[Collected data]

——

def test_a_new_store_is_a_wal_database_marked_with_its_schema_version(db):
    with LabelStore(db) as store:
        assert store.path == db
        # pragma.html: synchronous FULL is the value 2; a per-connection setting.
        assert store._connection().execute("PRAGMA synchronous").fetchone()[0] == 2
    # pragma.html#pragma_journal_mode: the answer is the mode in effect, "wal" once it is on.
    check = sqlite3.connect(db)
    try:
        assert check.execute("PRAGMA journal_mode").fetchone()[0] == "wal"
        assert check.execute("PRAGMA user_version").fetchone()[0] == SCHEMA_VERSION
        assert check.execute("PRAGMA application_id").fetchone()[0] == APPLICATION_ID
    finally:
        check.close()
    # fileformat2.html: the header string, then application_id at offset 68 (big-endian).
    head = db.read_bytes()[:100]
    assert head[:16] == b"SQLite format 3\x00"
    assert int.from_bytes(head[68:72], "big") == APPLICATION_ID


def test_reopening_a_store_keeps_its_labels(db):
    with LabelStore(db) as store:
        first = store.add_label(lumen_segment("LS-0042-s3"), "exocomet")
    with LabelStore(db) as store:
        assert store.labels() == [first]
        assert store.count() == 1


# ------------------------------------------------------------------------------------------
# labels and arrays


def test_labels_and_arrays_come_back_exactly(store):
    given = lumen_segment("LS-0042-s3", n=81, seed=1)
    estimated = lumen_segment("LS-0107-s4", n=64, seed=2, with_errors=False)
    before = datetime.now(UTC)
    a = store.add_label(given, "exocomet", note="steep ingress,\nlong tail", submitter="ana")
    b = store.add_label(estimated, "eclipsing_binary")
    after = datetime.now(UTC)

    assert isinstance(a, StoredLabel)
    assert (a.id, a.label, a.note, a.submitter) == ("LS-0042-s3", "exocomet",
                                                    "steep ingress,\nlong tail", "ana")
    assert (b.id, b.label, b.note, b.submitter) == ("LS-0107-s4", "eclipsing_binary", None, None)
    assert b.label_id > a.label_id
    for stored in (a, b):  # ISO 8601 in UTC (datetime.fromisoformat reads the "Z" suffix)
        when = datetime.fromisoformat(stored.created_utc)
        assert when.utcoffset().total_seconds() == 0
        assert before <= when <= after
    assert store.labels() == [a, b]
    assert store.count() == 2

    for stored, seg in ((a, given), (b, estimated)):
        back = store.segment(stored.label_id)
        assert back == seg  # Segment equality: id, cadence, flux_err_estimated, exact arrays
        for name in ("time", "flux", "flux_err"):
            assert same_bits(getattr(back, name), getattr(seg, name)), name
    assert store.segment(b.label_id).flux_err_estimated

——

Task prompt
Begin with the first line of the records and reproduce each line as is, ending with the line that holds "# pragma.html: synchronous".

Answer to the problem
def test_a_new_store_is_a_wal_database_marked_with_its_schema_version(db):
    with LabelStore(db) as store:
        assert store.path == db
        # pragma.html: synchronous FULL is the value 2; a per-connection setting.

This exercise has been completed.